What relevance does the Wire Act still have?

Mark Hichar:

Regardless of the reach of the First Circuit’s decision, the Wire Act remains very much relevant to sports betting, as to which its applicability has never been in doubt. There have been many high-profile convictions and plea agreements involving the Wire Act since the US District Court’s 2019 decision. For example, in September 2020, 5Dimes agreed to forfeit more than $46.8 million in gambling proceeds as part of its settlement of a criminal investigation by federal authorities in Pennsylvania into 5Dimes’ sports betting operation in Costa Rica that allowed people in the US to place sports bets on its website. In September 2019, Raymond Duplantis was convicted of a Wire Act violation by a Texas federal court and in December 2020, sufficient evidence was found to exist for a jury to convict organized crime member Eugene Castelle of conspiracy to violate the Wire Act in connection with the operation of a large sports betting business. No doubt the Wire Act will continue to be used against unlicensed illegal sports betting businesses operating on an interstate basis. So it remains very relevant to sports betting, and continues to dictate many aspects of the design and operation of state-licensed online sports betting systems. Regarding online non-sports betting, however, the relevance of the Wire Act appears greatly diminished as a result of the First Circuit’s January 2021 decision, which is final and unappealable.

Tom Jingoli:
Along with the Illegal Gambling Business Act, the Travel Act, and the Unlawful Internet Gambling Enforcement Act, it helps support federal investigation and prosecution of illegal, unlicensed gambling operators, including offshore gambling rings.

Lynne Levin Kaufman:
In short, sports; the Wire Act still applies to sports betting. But instead of relevance we could ask, “What is the impact of the Wire Act with respect to legal sports wagering?” Because of the Wire Act, casinos, sport wagering operators and skins constantly have to prove that their proposed state-permitted sports wagering operations are not interstate and don’t violate the Wire Act. They must demonstrate that certain information being transmitted isn’t a wager, but information transmitted in assistance of a bet and thus legal under the Wire Act. They also have to show that certain information transmitted over state lines (information in connection with account creation, payment processing and geolocation) is not a bet or even information placed in assistance of a bet, and therefore transmission of that information doesn’t fall under the Wire Act.

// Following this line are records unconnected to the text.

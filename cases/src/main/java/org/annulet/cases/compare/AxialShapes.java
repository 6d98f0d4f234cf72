package org.annulet.cases.compare;

import org.annulet.cases.read.ModeTable;
import org.annulet.mesher.mesh.Mesh;
import org.annulet.post.meaning.Chamber;
import org.annulet.post.meaning.GeometryKind;
import org.annulet.post.meaning.ModeEntry;

/**
 * Shapes of modes along x: the mean of p̂ across the chamber, on a ring of p̂ e^{∓imθ} round it, m
 * the mode's order; of a standing wave both signs give the same shape. Where a bent chamber passes
 * one x twice, the mean goes over both passages.
 */
final class AxialShapes {
  private static final int PLACES = 240;

  private final Chamber chamber;
  private final double[] x = new double[PLACES + 1];

  AxialShapes(Chamber chamber) {
    this.chamber = chamber;
    Mesh mesh = chamber.mesh();
    double low = Double.POSITIVE_INFINITY;
    double high = Double.NEGATIVE_INFINITY;
    for (int v = 0; v < mesh.nodeCount(); v++) {
      low = Math.min(low, mesh.x(v));
      high = Math.max(high, mesh.x(v));
    }
    // Off the lines of nodes, where triangles of two zones meet.
    double margin = 1e-7 * (high - low);
    for (int k = 0; k <= PLACES; k++) {
      x[k] = low + margin + (high - low - 2 * margin) * k / PLACES;
    }
  }

  /** The shape of a mode; null on a plane across the axis. */
  ModeTable.Shape of(ModeEntry entry) {
    if (chamber.kind() == GeometryKind.CROSS_SECTION) {
      return null;
    }
    Integer order = entry.label().azimuthalOrder();
    boolean ring = chamber.mesh().period() > 0 && order != null;
    double wave = ring ? 2 * Math.PI * order / chamber.mesh().period() : 0;
    double[][] forth = projected(entry, wave);
    double[][] back = wave == 0 ? forth : projected(entry, -wave);
    double[][] best = size(back) > size(forth) ? back : forth;
    return new ModeTable.Shape(x, best[0], best[1]);
  }

  private static double size(double[][] p) {
    double sum = 0;
    for (int k = 0; k < p[0].length; k++) {
      sum += p[0][k] * p[0][k] + p[1][k] * p[1][k];
    }
    return sum;
  }

  /** Means of p̂ e^{−i wave y} over the chords of the triangles at each x, shape [2][places]. */
  private double[][] projected(ModeEntry entry, double wave) {
    Mesh mesh = chamber.mesh();
    double[][] p = new double[2][x.length];
    double[] length = new double[x.length];
    for (int t = 0; t < mesh.triangleCount(); t++) {
      double low = Math.min(mesh.cornerX(t, 0), Math.min(mesh.cornerX(t, 1), mesh.cornerX(t, 2)));
      double high = Math.max(mesh.cornerX(t, 0), Math.max(mesh.cornerX(t, 1), mesh.cornerX(t, 2)));
      double step = x[1] - x[0];
      int first = Math.max(0, (int) Math.ceil((low - x[0]) / step));
      int last = Math.min(x.length - 1, (int) Math.floor((high - x[0]) / step));
      for (int k = first; k <= last; k++) {
        chord(entry, t, k, wave, p, length);
      }
    }
    for (int k = 0; k < x.length; k++) {
      for (double[] part : p) {
        part[k] = length[k] > 0 ? part[k] / length[k] : 0;
      }
    }
    return p;
  }

  private void chord(ModeEntry entry, int t, int k, double wave, double[][] p, double[] length) {
    Mesh mesh = chamber.mesh();
    double[] y = new double[2];
    double[] re = new double[2];
    double[] im = new double[2];
    int n = 0;
    for (int e = 0; e < 3 && n < 2; e++) {
      int f = (e + 1) % 3;
      double xa = mesh.cornerX(t, e);
      double xb = mesh.cornerX(t, f);
      if ((xa - x[k]) * (xb - x[k]) < 0) {
        double s = (x[k] - xa) / (xb - xa);
        int a = mesh.corner(t, e);
        int b = mesh.corner(t, f);
        y[n] = (1 - s) * mesh.cornerY(t, e) + s * mesh.cornerY(t, f);
        re[n] = (1 - s) * entry.view().re()[a] + s * entry.view().re()[b];
        im[n] = (1 - s) * entry.view().im()[a] + s * entry.view().im()[b];
        n++;
      }
    }
    if (n < 2) {
      return;
    }
    double weight = Math.abs(y[1] - y[0]);
    if (chamber.kind() == GeometryKind.SECTION) {
      weight *= Math.abs(0.5 * (y[0] + y[1]));
    }
    double phase = -wave * 0.5 * (y[0] + y[1]);
    double a = 0.5 * (re[0] + re[1]);
    double b = 0.5 * (im[0] + im[1]);
    p[0][k] += weight * (a * Math.cos(phase) - b * Math.sin(phase));
    p[1][k] += weight * (a * Math.sin(phase) + b * Math.cos(phase));
    length[k] += weight;
  }
}
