package org.annulet.cases.book;

import java.io.IOException;
import java.nio.file.Path;
import java.util.ArrayList;
import java.util.List;
import java.util.Locale;
import java.util.OptionalDouble;
import org.annulet.post.chart.ConvergenceChart;
import org.annulet.post.chart.Svg;
import org.annulet.post.files.WholeFile;
import org.annulet.post.meaning.Results;
import org.annulet.post.table.Numbers;

/** The solved book as text for the terminal, as CSV and as a page in Markdown with a chart. */
public final class BookFiles {
  private static final String PAGE = "validation.md";
  private static final String TABLE = "validation.csv";
  private static final String CHART = "convergence.svg";

  private BookFiles() {}

  /** Writes {@value #PAGE}, {@value #TABLE} and {@value #CHART}. */
  public static void write(Path folder, Solved book) throws IOException {
    WholeFile.write(folder.resolve(PAGE), page(book));
    WholeFile.write(folder.resolve(TABLE), csv(book));
    WholeFile.write(folder.resolve(CHART), Svg.standalone(chart(book)));
  }

  /** Every value in a line, and a plain sentence at the end. */
  public static String terminal(Solved book) {
    StringBuilder b = new StringBuilder();
    for (int k = 0; k < book.chambers().size(); k++) {
      SolvedChamber c = book.chambers().get(k);
      b.append("── ").append(c.results().caseName()).append(" (").append(c.name()).append(")\n");
      c.comparisons().forEach(v -> b.append(line(v)).append('\n'));
      b.append("  ").append(verdict(c, book.convergence().get(k))).append('\n');
      sources(c).forEach(s -> b.append("  source: ").append(s).append('\n'));
      b.append('\n');
    }
    b.append("── Laws of gas, dampers and nozzle\n");
    for (LawCheck law : book.laws()) {
      b.append(
          String.format(
              Locale.ROOT,
              "  %-4s %-8s %s: ours %.8g, theirs %.8g, allowed ±%.2g (%s)%n",
              word(law.passes()),
              law.row(),
              law.quantity(),
              law.ours(),
              law.theirs(),
              law.tolerance(),
              law.source()));
    }
    return b.append('\n').append(sentence(book)).append('\n').toString();
  }

  /** How many values are met. */
  public static String sentence(Solved book) {
    return String.format(
        Locale.ROOT,
        "%d of %d known values are met, the modes within the error bars the program itself gives;"
            + " %d of %d chambers are certified with no mode missing or too many.",
        book.passCount(),
        book.valueCount(),
        book.chambers().stream().filter(SolvedChamber::passes).count(),
        book.chambers().size());
  }

  private static String line(Comparison v) {
    KnownValue k = v.known();
    String order = k.order().isPresent() ? " m=" + k.order().getAsInt() : "";
    if (v.ours().isEmpty()) {
      return String.format(
          Locale.ROOT,
          "  FAIL %-8s%s theirs %.5f Hz %+.4f 1/s: not found",
          k.row(),
          order,
          k.frequency(),
          k.growthRate());
    }
    return String.format(
        Locale.ROOT,
        "  %-4s %-8s%s theirs %.5f Hz %+.4f 1/s, ours %s Hz %s 1/s, difference %+.2g Hz %+.2g 1/s",
        word(v.passes()),
        k.row(),
        order,
        k.frequency(),
        k.growthRate(),
        frequency(v),
        growth(v),
        v.frequencyDifference(),
        v.growthDifference());
  }

  private static String verdict(SolvedChamber c, Convergence convergence) {
    return String.format(
        Locale.ROOT,
        "%s, %d triangles at the finest, observed order of convergence %s%s",
        c.results().complete() ? "certified complete" : "NOT certified",
        convergence.triangles()[convergence.triangles().length - 1],
        order(convergence.observedOrder()),
        c.unknown().isEmpty()
            ? ""
            : "; " + c.unknown().size() + " modes that the book does not know");
  }

  private static List<String> sources(SolvedChamber c) {
    return c.comparisons().stream().map(v -> v.known().source()).distinct().toList();
  }

  private static String csv(Solved book) {
    StringBuilder b =
        new StringBuilder(
            "row,chamber,azimuthal_order,frequency_known_hz,growth_rate_known_per_s,frequency_hz,"
                + "growth_rate_per_s,frequency_error_hz,growth_rate_error_per_s,pass,source\n");
    for (SolvedChamber c : book.chambers()) {
      for (Comparison v : c.comparisons()) {
        KnownValue k = v.known();
        List<String> cells = new ArrayList<>();
        cells.add(k.row());
        cells.add(k.chamber());
        cells.add(k.order().isPresent() ? Integer.toString(k.order().getAsInt()) : "");
        cells.add(Double.toString(k.frequency()));
        cells.add(Double.toString(k.growthRate()));
        cells.add(v.ours().map(o -> Double.toString(o.mode().frequency())).orElse(""));
        cells.add(v.ours().map(o -> Double.toString(o.mode().growthRate())).orElse(""));
        cells.add(v.ours().map(o -> Double.toString(o.frequencyError())).orElse(""));
        cells.add(v.ours().map(o -> Double.toString(o.growthError())).orElse(""));
        cells.add(Boolean.toString(v.passes()));
        cells.add('"' + k.source().replace("\"", "\"\"") + '"');
        b.append(String.join(",", cells)).append('\n');
      }
    }
    return b.toString();
  }

  private static String page(Solved book) {
    StringBuilder b = new StringBuilder();
    b.append("# Validation book\n\n")
        .append("Written by `annulet verify`; every number is computed anew on the machine it runs")
        .append(" on. ")
        .append(sentence(book))
        .append("\n\n")
        .append("Sign: ")
        .append(Results.SIGN_CONVENTION)
        .append(". The error bars are those the program gives for its own mesh, before it knows")
        .append(" the answer. Row names are those of the project's collection of reference")
        .append(" values.\n\n![Errors of all chambers over the number of triangles](")
        .append(CHART)
        .append(")\n\n## Chambers\n");
    for (int k = 0; k < book.chambers().size(); k++) {
      SolvedChamber c = book.chambers().get(k);
      b.append("\n### ").append(c.results().caseName()).append("\n\n");
      b.append("Case `")
          .append(c.name())
          .append("`: ")
          .append(verdict(c, book.convergence().get(k)));
      b.append(".\n\n| row | m | known [Hz] | known [1/s] | ours [Hz] | ours [1/s] | Δ [Hz] |");
      b.append(" Δ [1/s] | pass |\n").append("|---".repeat(9)).append("|\n");
      for (Comparison v : c.comparisons()) {
        KnownValue w = v.known();
        b.append(
            String.format(
                Locale.ROOT,
                "| %s | %s | %.5f | %.4f | %s | %s | %.2g | %.2g | %s |%n",
                w.row(),
                w.order().isPresent() ? w.order().getAsInt() : "",
                w.frequency(),
                w.growthRate(),
                frequency(v),
                growth(v),
                v.frequencyDifference(),
                v.growthDifference(),
                word(v.passes())));
      }
      sources(c).forEach(s -> b.append("\nSource: ").append(s).append(".\n"));
    }
    b.append("\n## Laws of gas, dampers and nozzle\n\n| row | quantity | known | ours | allowed |")
        .append(" pass | source |\n")
        .append("|---".repeat(7))
        .append("|\n");
    for (LawCheck law : book.laws()) {
      b.append(
          String.format(
              Locale.ROOT,
              "| %s | %s | %.8g | %.8g | ±%.2g | %s | %s |%n",
              law.row(),
              law.quantity().replace("|", "\\|"),
              law.theirs(),
              law.ours(),
              law.tolerance(),
              word(law.passes()),
              law.source()));
    }
    return b.append("\nMade by ").append(book.version()).append(".\n").toString();
  }

  private static String chart(Solved book) {
    return ConvergenceChart.svg(
        book.convergence().stream()
            .map(c -> new ConvergenceChart.Line(c.chamber(), c.triangles(), c.worst()))
            .toList(),
        760,
        460);
  }

  private static String frequency(Comparison v) {
    return v.ours()
        .map(o -> Numbers.withError(o.mode().frequency(), o.frequencyError()))
        .orElse("not found");
  }

  private static String growth(Comparison v) {
    return v.ours()
        .map(o -> Numbers.withError(o.mode().growthRate(), o.growthError()))
        .orElse("not found");
  }

  private static String order(OptionalDouble order) {
    return order.isPresent()
        ? String.format(Locale.ROOT, "%.2f", order.getAsDouble())
        : "not seen, errors are rounding";
  }

  private static String word(boolean pass) {
    return pass ? "ok" : "FAIL";
  }
}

Regulations promulgated under UIGEA require a reasoned legal opinion, which demonstrates that proposed sports wagering operations, even if legal in the applicable state, will not involve restricted transactions. This legal opinion is required by payment processors, banks, credit card companies and others. It must not only show legality under state law but also legality under Federal law. One such Federal law is the Wire Act. So the Wire Act still has unfortunate relevance and an impact on state legalized sports wagering.

 

What role has the pandemic played in forcing law makers to explore or consider difficult options to help stimulate the economy and state budgets?

Mark Hichar:

The Covid-19 pandemic has demonstrated to state lotteries and also to state lawmakers that making their products available to consumers online can help mitigate losses due to stay-at-home restrictions resulting from national health emergencies. In Massachusetts, for example, where lottery products are not available online, weekly sales during the coronavirus peak were reported to be down 33% from the same week a year before.  Massachusetts Treasurer Deborah Goldberg, who oversees the Lottery in Massachusetts, told lawmakers: “This pandemic has dramatically exposed the limitations and vulnerabilities of the lottery’s all-cash, in person business model.”  Goldberg added that states with online lottery options instead saw a surge in demand. In short, the pandemic has demonstrated that when gaming products are available to consumers online, losses in state revenues due to consumers’ inability to access traditional paper-based products can be mitigated.

Tom Jingoli:
The global health situation helped expedite widespread shifts in consumer behavior preferences and technology adoption. If we do not provide consumers with safe, convenient and competitive options in areas like sport betting, igaming and digital payments, it only opens the door for unsafe illegal markets to fill the void. It’s far preferable that licensed operators have the regulatory framework to compete against the illegal market, with safe alternatives that offer revenue potential for state and tribal governments. Each state has been going through an exercise to determine the best way to bounce back from the pandemic specific to their particular situation and gaming has been included in those conversations.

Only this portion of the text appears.